The Local Government Ombudsman’s interpretation of the law (as extracted from the website, and set out below) seems to have been disregarded by Scarborough Borough Council.

It should be obvious that if SBC held any evidence whatsoever of me conducting my Formal Complaints to the Council in a way that falls foul of the above criteria, that evidence MUST be included in the Council’s recent response to my GDPR Subject Access Request – under which the Council is bound, by law, to provide me with any and every document it holds that includes any reference to me and my published works. But the cupboard is bare.

So which is it?

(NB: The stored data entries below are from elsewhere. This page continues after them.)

// HTML, CSV, JUnit XML, VTU: they say what the text says; golden files hold them word for word.
#include <gtest/gtest.h>

#include <cmath>
#include <cstdlib>
#include <fstream>
#include <sstream>

#include "model/numbers.hpp"
#include "report/csv_report.hpp"
#include "report/html.hpp"
#include "report/html_frame.hpp"
#include "report/junit.hpp"
#include "report/markup.hpp"
#include "report/model_view.hpp"
#include "report/refusal.hpp"
#include "report/samples.hpp"
#include "report/text.hpp"
#include "report/vtu.hpp"

namespace stanchion {
namespace {

/// The golden file of that name, or with STANCHION_UPDATE_GOLDEN set: writes it.
void expect_golden(const std::string& name, const std::string& text) {
  const std::string path = std::string(STANCHION_GOLDEN) + "/" + name;
  if (std::getenv("STANCHION_UPDATE_GOLDEN") != nullptr) std::ofstream(path, std::ios::binary) << text;
  std::ifstream file(path, std::ios::binary);
  std::stringstream golden;
  golden << file.rdbuf();
  EXPECT_EQ(text, golden.str()) << "if the change is meant: STANCHION_UPDATE_GOLDEN=1 " << path;
}

Outcome drawn() {
  Outcome outcome = samples::located();
  Picture& picture = outcome.located->picture;
  picture.node = {4411, 4412, 4413, 4414};
  picture.place = {{0, 0, 0}, {1, 0, 0}, {1, 1, 0}, {0, 0, 1}};
  picture.links = {{0, 1}, {1, 2}};
  picture.component = {1, 1, 1, 0};
  LocateOutcome& located = *outcome.located;
  located.accuracy = samples::nothing_located().located->accuracy;
  located.accuracy->by_node = {1.5F, 9.2F, -1, 3};
  located.accuracy->held_directions = 8;
  located.accuracy->held = {{4411, "ux", 5, 0}};
  located.accuracy_note =
      "8 zero directions are held for this, each at one equation that it moves: along a zero direction no "
      "digit "
      "is left, and the figures are those of the structure so held.";
  outcome.tables = {{"dofs", "model/dofs.csv", std::string(64, 'd')},
                    {"nodes", "model/nodes.csv", std::string(64, 'e')}};
  outcome.located->directions[1].shape = {{1, 0, 0}, {1, 0, 0}, {1, 0, 0}, {0, 0, 0}};
  return outcome;
}

TEST(Documents, GoldenFilesHold) {
  const Outcome outcome = drawn();
  expect_golden("located.txt", to_text(outcome));
  expect_golden("located.csv", to_csv(outcome));
  expect_golden("located.xml", to_junit(outcome, false, true));
  expect_golden("located.vtu", to_vtu(*outcome.located));
  expect_golden("located.html", to_html(outcome, false, true));
}

TEST(Html, EverySampleMakesAPageThatLoadsNothing) {
  for (const auto& [name, outcome] : samples::all()) {
    SCOPED_TRACE(name);
    const std::string page = to_html(outcome, true, false);
    EXPECT_EQ(page.rfind("<!DOCTYPE html>", 0), 0U);
    for (const char* forbidden :
         {"<script", "http:", "https:", "<link", "@import", "url(", "<img", "<iframe"}) {
      EXPECT_EQ(page.find(forbidden), std::string::npos) << forbidden;
    }
    EXPECT_NE(page.find("Not checked"), std::string::npos);
  }
}

TEST(Html, SaysVerdictRiskDigitsAndCausesInTheWordsOfTheText) {
  Outcome outcome = drawn();
  outcome.digits = 8;
  outcome.risk = 1e-6;
  outcome.risk_allowed = 1e-5;
  const std::string page = to_html(outcome, false, true);
  EXPECT_NE(page.find("K is indefinite: 1\xC2\xA0negative direction, 8\xC2\xA0zero directions"),
            std::string::npos);
  const auto number = [](const std::string& text) { return "<span class=\"num\">" + text + "</span>"; };
  EXPECT_NE(page.find("at most " + number("1e-06") + " (allowed: " + number("1e-05") + ")"),
            std::string::npos);
  EXPECT_NE(page.find("count to 8 decimal digits"), std::string::npos);
  for (const Direction& direction : outcome.located->directions) {
    EXPECT_NE(page.find(direction.explanation), std::string::npos);
    EXPECT_NE(page.find(direction.remedy), std::string::npos);
  }
  EXPECT_NE(page.find("4411 ux"), std::string::npos);
}

TEST(Html, WhatTheUserWroteIsEscaped) {
  Outcome outcome = samples::definite();
  outcome.title = "<script>alert('1')</script> & \"more\"";
  outcome.inputs[0].path = "a<b>.mtx";
  const std::string page = to_html(outcome, true, false);
  EXPECT_EQ(page.find("<script>"), std::string::npos);
  EXPECT_NE(page.find("&lt;script&gt;alert(&#39;1&#39;)&lt;/script&gt; &amp; &quot;more&quot;"),
            std::string::npos);
  EXPECT_NE(page.find("a&lt;b&gt;.mtx"), std::string::npos);
}

Refusal refused(Status why) {
  return {"check", {"check", "a b.mtx"}, std::nullopt, std::nullopt, {{"stiffness", "a<b>.mtx", ""}}, why, 2};
}

TEST(Refusal, PageAndSuiteEscapeWhatOthersWrote) {
  const Refusal refusal =
      refused(Status::bad_input("bad-entry", "'<b>' is no number", "a<b>.mtx:4", "x & y"));
  for (const std::string& text : {refusal_to_html(refusal), refusal_to_junit(refusal)}) {
    EXPECT_EQ(text.find("<b>"), std::string::npos);
    for (const char* part :
         {"&#39;&lt;b&gt;&#39; is no number", "a&lt;b&gt;.mtx:4", "x &amp; y", "bad-entry"})
      EXPECT_NE(text.find(part), std::string::npos) << part;
  }
  EXPECT_NE(refusal_to_html(refusal).find("<code>stanchion check &#39;a b.mtx&#39;</code>"),
            std::string::npos);
}

TEST(Refusal, SaysWhatKindOfEndItWas) {
  for (const auto& [why, words] :
       {std::pair{Status::bad_usage("c", "m", "p", "r"), "The question was refused as typed."},
        std::pair{Status::bad_input("c", "m", "p", "r"), "The input was refused."},
        std::pair{Status::resource_limit("c", "m", "p", "r"),
                  "A limit was reached before there was an answer."},
        std::pair{Status::interrupted(), "The run was stopped before there was an answer."},
        std::pair{Status::internal("m"), "The program failed."}}) {
    const std::string page = refusal_to_html(refused(why));
    EXPECT_NE(page.find(words), std::string::npos) << words;
    EXPECT_NE(page.find("Nothing was counted, and nothing is certified."), std::string::npos);
  }
}

TEST(Markup, BadBytesAreReplaced) {
  EXPECT_EQ(escaped("a\x01z"), "a\xEF\xBF\xBDz");
  EXPECT_EQ(escaped("\xC3\xA9"), "\xC3\xA9");
  EXPECT_EQ(escaped("\xC3("), "\xEF\xBF\xBD(");
  EXPECT_EQ(escaped("\xED\xA0\x80"), "\xEF\xBF\xBD\xEF\xBF\xBD\xEF\xBF\xBD");
}

TEST(Markup, NumbersWithAnExponentStayOnOneLine) {
  EXPECT_EQ(flowing("at 1.33e-09. <6>"), "at <span class=\"num\">1.33e-09</span>. &lt;6&gt;");
  EXPECT_EQ(flowing("2e-5"), "<span class=\"num\">2e-5</span>");
  EXPECT_EQ(flowing("1e+10, e-9, 3e-, file-7.mtx & more"), "1e+10, e-9, 3e-, file-7.mtx &amp; more");
}

TEST(Markup, NumbersStayWithWhatTheyCountInAHeadline) {
  EXPECT_EQ(headline("1 negative direction, 6 zero ones"), "1\xC2\xA0negative direction, 6\xC2\xA0zero ones");
  EXPECT_EQ(headline("between 0 and 1.9, 4 counted (node 12, ux)"),
            "between 0 and 1.9, 4\xC2\xA0"
            "counted (node\xC2\xA0"
            "12, ux)");
  EXPECT_EQ(headline("Step 3 (a/b.mtx) is <6 1e-9"),
            "Step 3 (a/<wbr>b.mtx) is &lt;6 <span class=\"num\">1e-9</span>");
  EXPECT_EQ(headline(""), "");
  EXPECT_EQ(headline("a  b <3 "), "a  b &lt;3 ");
}

TEST(Markup, CommandsCanBePastedIntoAShell) {
  const auto code = [](const std::string& words) { return "<code>stanchion " + words + "</code>"; };
  EXPECT_EQ(command_to_html({"check", "a/K-1.mtx"}), code("check a/K-1.mtx"));
  EXPECT_EQ(command_to_html({"it's", "", "a b", "#1", "~x", "a\\b"}),
            code("&#39;it&#39;\\&#39;&#39;s&#39; &#39;&#39; &#39;a b&#39; &#39;#1&#39; &#39;~x&#39; "
                 "&#39;a\\b&#39;"));
}

TEST(Csv, FieldsAreQuotedAsRfc4180Asks) {
  Outcome outcome = samples::located();
  outcome.located->directions[0].explanation = "one, \"two\"\nthree";
  EXPECT_NE(to_csv(outcome).find("\"one, \"\"two\"\"\nthree\""), std::string::npos);
}

TEST(Csv, ACountThatIsKnownAsARangeHasBothEnds) {
  const Outcome outcome = samples::counted_in_part();
  const std::string table = to_csv(outcome);
  bool open = false;
  for (const ShiftCount& count : outcome.count->counts) {
    const auto [least, most] = count.below_range;
    open = open || least < most;
    const std::string item = "counts," + exact(count.shift);
    EXPECT_NE(table.find(item + ",least," + std::to_string(least) + "\n"), std::string::npos) << table;
    EXPECT_NE(table.find(item + ",most," + std::to_string(most) + "\n"), std::string::npos) << table;
    EXPECT_EQ(table.find(item + ",below,") != std::string::npos, count.below.has_value()) << table;
  }
  EXPECT_TRUE(open);
}

TEST(Junit, AnswersGoodNotGoodAndOpenDiffer) {
  EXPECT_NE(to_junit(samples::definite(), true, false).find("failures=\"0\" errors=\"0\""),
            std::string::npos);
  EXPECT_NE(to_junit(samples::indefinite(), false, false).find("failures=\"1\" errors=\"0\""),
            std::string::npos);
  EXPECT_NE(to_junit(samples::counted_in_part(), false, true).find("failures=\"0\" errors=\"2\""),
            std::string::npos);
  EXPECT_NE(to_junit(samples::located(), false, true).find("failures=\"2\" errors=\"2\""), std::string::npos);
}

double dot(const std::array<double, 3>& a, const std::array<double, 3>& b) {
  return a[0] * b[0] + a[1] * b[1] + a[2] * b[2];
}

TEST(ModelView, AViewShowsTheMotionAndIsOrthonormal) {
  Picture picture;
  for (int i = 0; i < 27; ++i) {
    picture.node.push_back(i);
    picture.place.push_back(
        {static_cast<double>(i % 3), static_cast<double>(i / 3 % 3), static_cast<double>(i / 9)});
    picture.component.push_back(0);
  }
  for (std::size_t d = 0; d < 3; ++d) {
    std::vector<std::array<float, 3>> shape(27, {0, 0, 0});
    for (auto& u : shape) u[d] = 1;
    const ViewAxes view = best_view(picture, shape);
    EXPECT_NEAR(dot(view.right, view.right), 1, 1e-12);
    EXPECT_NEAR(dot(view.up, view.up), 1, 1e-12);
    EXPECT_NEAR(dot(view.right, view.up), 0, 1e-12);
    EXPECT_NEAR(dot(view.right, view.toward), 0, 1e-12);
    // Of a unit motion along d at least nine tenths lie in the page.
    EXPECT_LT(std::fabs(view.toward[d]), 0.44) << d;
  }
}

TEST(ModelView, AMillionNodesGiveADrawingOfABrowsersSize) {
  Picture picture;
  std::vector<std::array<float, 3>> shape;
  for (int i = 0; i < 1000000; ++i) {
    picture.node.push_back(i);
    picture.place.push_back({i % 100 * 1.0, i / 100 % 100 * 1.0, i / 10000 * 1.0});
    shape.push_back({0, 0, i > 900000 ? 1.0F : 0.0F});
  }
  picture.component.assign(1000000, 0);
  const ModelDrawing drawing = draw_model(picture, shape, {{999999, "999999 uz"}});
  EXPECT_LT(drawing.overview.size() + drawing.close_up.size(), 1500000U);
  EXPECT_GT(drawing.drawn, 1000U);
  EXPECT_EQ(drawing.drawn + drawing.left_out, 1000000U);
}

}  // namespace
}  // namespace stanchion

It is an ‘either/or’:

  1. Either the Council does hold evidence of me behaving as described above – in which case, why has this evidence been deliberately omitted from the Council’s SAR response to me?
  2. Or – has the Council complied with GDPR by providing everything it holds on me – and has thereby, in the process, admitted that there is no evidence of me conducting myself within the above definitions and criteria?

Also absent from my SAR response is any acknowledgement or response to several very grave Formal Complaints (some of which have been published on the Enquirer) which have been totally ignored.

Also absent from my SAR response was any statement by me to the effect that it is/was “my stated aim to cause nuisance and disruption to the Council”. That is a malicious lie, any evidence in support of which either does not exist or has been illegally withheld by the Council.

I hope and expect most readers will by now have concluded what I have concluded – that SBC’s true reason for ‘deeming’ me “vexatious” and an “unreasonably persistent complainant” is that time and again I have exposed laziness, sloppiness, stupidity, incompetence, dishonesty, cover-up, corruption and the most outrageous acts of disregard for the Council’s own Constitution and the law of the land.

“They don’t like it up ’em, Captain Mainwaring” – and that is all she wrote.